Lines from the top of the entries down to the line with "start uniformly on" must be set down exactly as they stand, with both ends retained.

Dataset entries
* * * *
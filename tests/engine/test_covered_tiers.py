"""A tier under a shelf gets the light of every fixture that can reach it, sideways through its open sides too.

Reference: a Monte Carlo photon tracer written here for these tests and sharing nothing with the engine. Photons
start uniformly on each emitting face, leave in directions drawn from the cosⁿ law (P(cos θ > c) = c^(n+1), the
inverse of the cumulative distribution; Lambert's cosine law is n = 1), fly in straight lines, stop in the first
box they enter (the slab test of Kay T.L. & Kajiya J.T., "Ray tracing complex scenes", SIGGRAPH 1986), bounce off
mirror walls (direction component reversed, weight × ρ, Hecht E., "Optics", law of reflection) and are tallied
on 10 cm cells of the tier where they cross its canopy plane going down. Each test also checks that the old rule
(a tier lit only by the fixtures hung below its shelf) was far off, so it fails on the model before this change.
"""

import numpy as np
import pytest

from app.engine.compute import clear_caches, compute_scene
from app.engine.distributions import cosine_power, lambertian
from app.engine.scene import Box, Emitter, Enclosure, Grid

CELL_M = 0.1


def _face_points(rng, e: Emitter, n: int) -> np.ndarray:
    """n points uniform on the emitting face (bars of a bar array each with an equal share)."""
    u = rng.uniform(-e.length_m / 2, e.length_m / 2, n)
    if e.shape == "bar_array":
        pitch = (e.width_m - e.bar_width_m) / (e.bar_count - 1)
        v = -(e.width_m - e.bar_width_m) / 2 + pitch * rng.integers(0, e.bar_count, n)
        v = v + rng.uniform(-e.bar_width_m / 2, e.bar_width_m / 2, n)
    else:
        v = rng.uniform(-e.width_m / 2, e.width_m / 2, n)
    a = np.radians(e.rotation_deg)
    return np.column_stack(
        [e.x_m + u * np.cos(a) - v * np.sin(a), e.y_m + u * np.sin(a) + v * np.cos(a), np.full(n, e.z_m)]
    )


def _cos_power_directions(rng, n: int, exponent: float) -> np.ndarray:
    c = rng.random(n) ** (1.0 / (exponent + 1.0))
    s = np.sqrt(1.0 - c * c)
    phi = rng.uniform(0.0, 2.0 * np.pi, n)
    return np.column_stack([s * np.cos(phi), s * np.sin(phi), -c])


def _slab_entry(o, d, box):
    """Parameter where each ray o + s·d enters the box (inf where it misses): Kay & Kajiya's slabs."""
    lo, hi = np.array(box[:3]), np.array(box[3:])
    with np.errstate(divide="ignore", invalid="ignore"):
        ta, tb = (lo - o) / d, (hi - o) / d
    ta, tb = np.nan_to_num(ta, nan=-np.inf), np.nan_to_num(tb, nan=np.inf)
    near, far = np.minimum(ta, tb).max(axis=1), np.maximum(ta, tb).min(axis=1)
    return np.where((far > near) & (far > 0), np.maximum(near, 0.0), np.inf)


def mc_tier(emitters, room, mirrors_rho, boxes, tier, n_per_emitter, seed):
    """Mean PPFD [µmol m⁻² s⁻¹] on 10 cm cells (ny, nx) of ``tier`` = (x0, y0, x1, y1, z).

    room : (W, L); walls at x = 0, W and y = 0, L mirror with reflectance ``mirrors_rho`` (0: they absorb).
    """
    rng = np.random.default_rng(seed)
    x0, y0, x1, y1, zc = tier
    nx, ny = round((x1 - x0) / CELL_M), round((y1 - y0) / CELL_M)
    tally = np.zeros((ny, nx))
    W, L = room
    for e in emitters:
        o = _face_points(rng, e, n_per_emitter)
        d = _cos_power_directions(rng, n_per_emitter, e.distribution.exponent)
        w = np.full(n_per_emitter, e.flux_umol_s / n_per_emitter)
        for _ in range(400):
            if len(o) == 0:
                break
            s_plane = (zc - o[:, 2]) / d[:, 2]  # every photon goes down: it crosses the canopy plane once
            with np.errstate(divide="ignore", invalid="ignore"):
                sx = np.where(d[:, 0] > 0, (W - o[:, 0]) / d[:, 0], np.where(d[:, 0] < 0, -o[:, 0] / d[:, 0], np.inf))
                sy = np.where(d[:, 1] > 0, (L - o[:, 1]) / d[:, 1], np.where(d[:, 1] < 0, -o[:, 1] / d[:, 1], np.inf))
            s_wall = np.minimum(sx, sy)
            s_box = np.min([_slab_entry(o, d, b) for b in boxes], axis=0) if boxes else np.full(len(o), np.inf)
            lands = (s_plane <= s_wall) & (s_plane < s_box)
            p = o[lands] + s_plane[lands, None] * d[lands]
            on = (p[:, 0] >= x0) & (p[:, 0] < x1) & (p[:, 1] >= y0) & (p[:, 1] < y1)
            i = np.clip(((p[on, 0] - x0) / CELL_M).astype(int), 0, nx - 1)
            j = np.clip(((p[on, 1] - y0) / CELL_M).astype(int), 0, ny - 1)
            np.add.at(tally, (j, i), w[lands][on])
            bounce = (s_wall < s_plane) & (s_wall < s_box) & (mirrors_rho > 0)
            o = o[bounce] + s_wall[bounce, None] * d[bounce]
            d, w, hit_x = d[bounce].copy(), w[bounce] * mirrors_rho, (sx <= sy)[bounce]
            d[hit_x, 0] *= -1.0
            d[~hit_x, 1] *= -1.0
    return tally / CELL_M**2


def _overlap(points, start, extent, nbins):
    """(nbins, npoints): length of each map point's cell inside each 10 cm bin."""
    mid = 0.5 * (points[1:] + points[:-1])
    edges = np.concatenate([[start], mid, [start + extent]])
    bins = np.linspace(start, start + extent, nbins + 1)
    return np.maximum(np.minimum(edges[None, 1:], bins[1:, None]) - np.maximum(edges[None, :-1], bins[:-1, None]), 0)


def binned_mean(ppfd, g: Grid) -> np.ndarray:
    """The engine's map averaged over the same 10 cm cells (each point's cell split between the bins it meets)."""
    nx, ny = round(g.width_m / CELL_M), round(g.length_m / CELL_M)
    bx, by = _overlap(g.x_m, g.x0_m, g.width_m, nx), _overlap(g.y_m, g.y0_m, g.length_m, ny)
    return by @ ppfd @ bx.T / CELL_M**2


def _engine(emitters, g, enc, boxes):
    clear_caches()
    return binned_mean(compute_scene(tuple(emitters), (g,), enc, tuple(Box(*b) for b in boxes))[0].ppfd, g)


# A rack 0.6 m deep standing against the left wall, its tier (canopy 0.3 m) under a shelf board at 0.7-0.73 m;
# a strip under the board lights the tier, and the open floor beside the rack has its own fixture, hung above
# the board. The tier's open side is x = 0.6.
SHELF = (0.0, 0.0, 0.7, 0.6, 1.2, 0.73)
BOARD_UNDER = (0.0, 0.0, 0.05, 0.6, 1.2, 0.08)  # the board the tier stands on
STRIP = Emitter("strip", 0.3, 0.6, 0.69, 80.0, cosine_power(1.5), "bar", 1.0, 0.03, rotation_deg=90)


@pytest.mark.slow
def test_tier_beside_open_floor_gets_the_floor_fixtures_light():
    # Matt-black room 2.4 x 1.2 m: a panel over the floor 0.6 m beside the rack, 0.5 m above the board.
    W, L = 2.4, 1.2
    enc = Enclosure(W, L, 2.4, "absorbing", 0.0)
    panel = Emitter("panel", 1.2, 0.6, 1.2, 500.0, lambertian(), "panel", 0.6, 0.6)
    g = Grid("tier", 0.0, 0.0, 0.6, 1.2, 0.3, 0.02)
    boxes = (SHELF, BOARD_UNDER)
    ours = _engine((STRIP, panel), g, enc, boxes)
    old_rule = _engine((STRIP,), g, enc, boxes)  # only the fixture hung below the shelf
    ref = mc_tier((STRIP, panel), (W, L), 0.0, boxes, (0.0, 0.0, 0.6, 1.2, 0.3), 1_500_000, 21)
    assert old_rule.mean() < 0.7 * ref.mean()  # the old rule was far off
    assert ref[:, -1].mean() > 2.0 * old_rule[:, -1].mean()  # most so beside the open side
    assert ours.mean() == pytest.approx(ref.mean(), rel=0.05)
    assert ours[:, -1].mean() == pytest.approx(ref[:, -1].mean(), rel=0.05)  # the column at the open side
    assert ours[:, 0].mean() == pytest.approx(ref[:, 0].mean(), rel=0.05)  # and the one at the wall


@pytest.mark.slow
def test_tier_in_a_mirror_tent_gets_light_past_its_shelf_and_by_the_mirrors():
    # Reflective-film tent 1.2 x 1.2 m (ρ = 0.95): the rack fills its left half; a bar array over the floor of the
    # right half and a strip on top of the shelf (lighting the tier above) both hang above the board. The top strip
    # reaches the tier only by its mirror images past the board's edge.
    W, rho = 1.2, 0.95
    enc = Enclosure(W, W, 2.0, "specular", rho)
    bars = Emitter("bars", 0.9, 0.6, 1.1, 300.0, lambertian(), "bar_array", 0.5, 0.4, 4, 0.03, rotation_deg=90)
    top = Emitter("top", 0.3, 0.6, 1.25, 80.0, cosine_power(1.5), "bar", 1.0, 0.03, rotation_deg=90)
    g = Grid("tier", 0.0, 0.0, 0.6, 1.2, 0.3, 0.02)
    boxes = (SHELF, BOARD_UNDER)
    ours = _engine((STRIP, bars, top), g, enc, boxes)
    old_rule = _engine((STRIP,), g, enc, boxes)
    ref = mc_tier((STRIP, bars, top), (W, W), rho, boxes, (0.0, 0.0, 0.6, 1.2, 0.3), 1_000_000, 22)
    assert old_rule.mean() < 0.7 * ref.mean()
    assert ref[:, -1].mean() > 2.0 * old_rule[:, -1].mean()
    assert ours.mean() == pytest.approx(ref.mean(), rel=0.05)
    assert ours[:, -1].mean() == pytest.approx(ref[:, -1].mean(), rel=0.05)
    assert ours[:, 0].mean() == pytest.approx(ref[:, 0].mean(), rel=0.05)


def test_shelf_over_the_whole_rack_hides_the_fixtures_above_it():
    # The cheap test: a fixture on the shelf above, inside the rack's footprint, lights nothing below the shelf
    # (every segment to the tier enters the board's underside), so the tier's map is the strip's alone.
    enc = Enclosure(0.6, 1.2, 2.0, "specular", 0.95)  # the rack fills a film-wrapped tent: images hidden too
    top = Emitter("top", 0.3, 0.6, 1.25, 80.0, cosine_power(1.5), "bar", 1.0, 0.03, rotation_deg=90)
    g = Grid("tier", 0.0, 0.0, 0.6, 1.2, 0.3, 0.05)
    clear_caches()
    both = compute_scene((STRIP, top), (g,), enc, (Box(*SHELF),))[0].ppfd
    strip = compute_scene((STRIP,), (g,), enc, (Box(*SHELF),))[0].ppfd
    np.testing.assert_array_equal(both, strip)


def test_racks_light_each_other_across_the_aisle_symmetrically_and_share_the_work():
    # Three identical racks in a dark room (a small generated farm): the outer two are mirror images of each other
    # (each has one neighbour, on opposite sides), so their tiers' maps must be mirror images too; the upper fixtures
    # of a rack never reach its own lower tiers (its shelves span them); the next rack's do, across the aisle.
    from app.engine import compute
    from app.engine.tier_cover import covering_box, direct_matrix
    from app.service.farm import vertical_farm
    from app.service.scene_builder import build_scene

    s = build_scene(vertical_farm(rows=3, tiers=3, fixtures_per_tier=2, rack_length_m=2.8, grid_spacing_m=0.1).room)
    clear_caches()
    maps = {z.grid.id: z.ppfd for z in compute_scene(s.emitters, s.grids, s.enclosure, s.boxes)}
    for k in range(3):
        np.testing.assert_allclose(maps[f"r0-t{k}"], maps[f"r2-t{k}"][:, ::-1], rtol=1e-4, atol=1e-3)
    lit = direct_matrix(s.emitters, s.grids, tuple(covering_box(g, s.boxes) for g in s.grids))
    ids = [e.id for e in s.emitters]
    bottom = [g.id for g in s.grids].index("r1-t0")
    assert not lit[bottom, ids.index("r1-t2-f0")]  # its own rack's top fixture: hidden by its own shelves
    assert lit[bottom, ids.index("r0-t2-f0")]  # the next rack's: seen through the open side
    assert maps["r1-t0"].mean() > maps["r0-t0"].mean() > maps["r0-t2"].mean()  # two neighbours, one, none above
    stats = compute._local_sideways.cache.stats()
    assert stats.hits > 0  # identical racks and tiers share their sideways footprints


def test_the_map_row_on_a_shelfs_open_edge_gets_the_light_that_enters_there():
    """A thin bar in front of a tier's open edge, above its shelf, tilted toward the tier: the row of map points
    lying exactly under the shelf's edge is lit (it was dropped from the lit band by a rounding of the shared
    frame). Reference: inverse-square sum over 400 points along the bar, cos^1.5 about its tilted axis, each
    segment tested against the shelf with a plain slab test (Kay & Kajiya 1986)."""
    from app.engine.aim import aim_axis

    enc = Enclosure(1.2, 1.2, 2.0, "absorbing", 0.0)
    shelf = (0.0, 0.6, 0.575, 1.2, 1.2, 0.6)
    bar = Emitter("bar", 0.6, 0.45, 0.95, 250.0, cosine_power(1.5), "bar", 1.2, 0.002, tilt_deg=55.0, aim_deg=90.0)
    g = Grid("tier", 0.0, 0.6, 1.2, 0.6, 0.05, 0.025)
    ours = compute_scene((bar,), (g,), enc, (Box(*shelf),))[0].ppfd
    gx, gy = np.meshgrid(g.x_m, g.y_m)
    pts = np.column_stack([gx.ravel(), gy.ravel(), np.full(gx.size, g.z_m)])
    axis = aim_axis(55.0, 90.0)
    ref = np.zeros(pts.shape[0])
    for x in (np.arange(400) + 0.5) / 400 * 1.2:
        q = np.array([x, 0.45, 0.95])
        d = pts - q
        r = np.linalg.norm(d, axis=1)
        e = 250.0 / 400 * 2.5 / (2 * np.pi) * np.maximum(d @ axis / r, 0) ** 1.5 * np.maximum(-d[:, 2] / r, 0) / r**2
        e[_slab_entry(q, d, shelf) < 1.0 - 1e-9] = 0.0  # the segment enters the shelf before its end
        ref += e
    ref = ref.reshape(gx.shape)
    assert ref[0].mean() > 30.0  # the edge row is well lit in reality
    assert ours[0].mean() == pytest.approx(ref[0].mean(), rel=0.03)
    assert ours.mean() == pytest.approx(ref.mean(), rel=0.03)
* * * *
▶ **Exercise result**:
filename tests/engine/test_covered_tiers.py
"""A tier under a shelf gets the light of every fixture that can reach it, sideways through its open sides too.

Reference: a Monte Carlo photon tracer written here for these tests and sharing nothing with the engine. Photons
start uniformly on each emitting face, leave in directions drawn from the cosⁿ law (P(cos θ > c) = c^(n+1), the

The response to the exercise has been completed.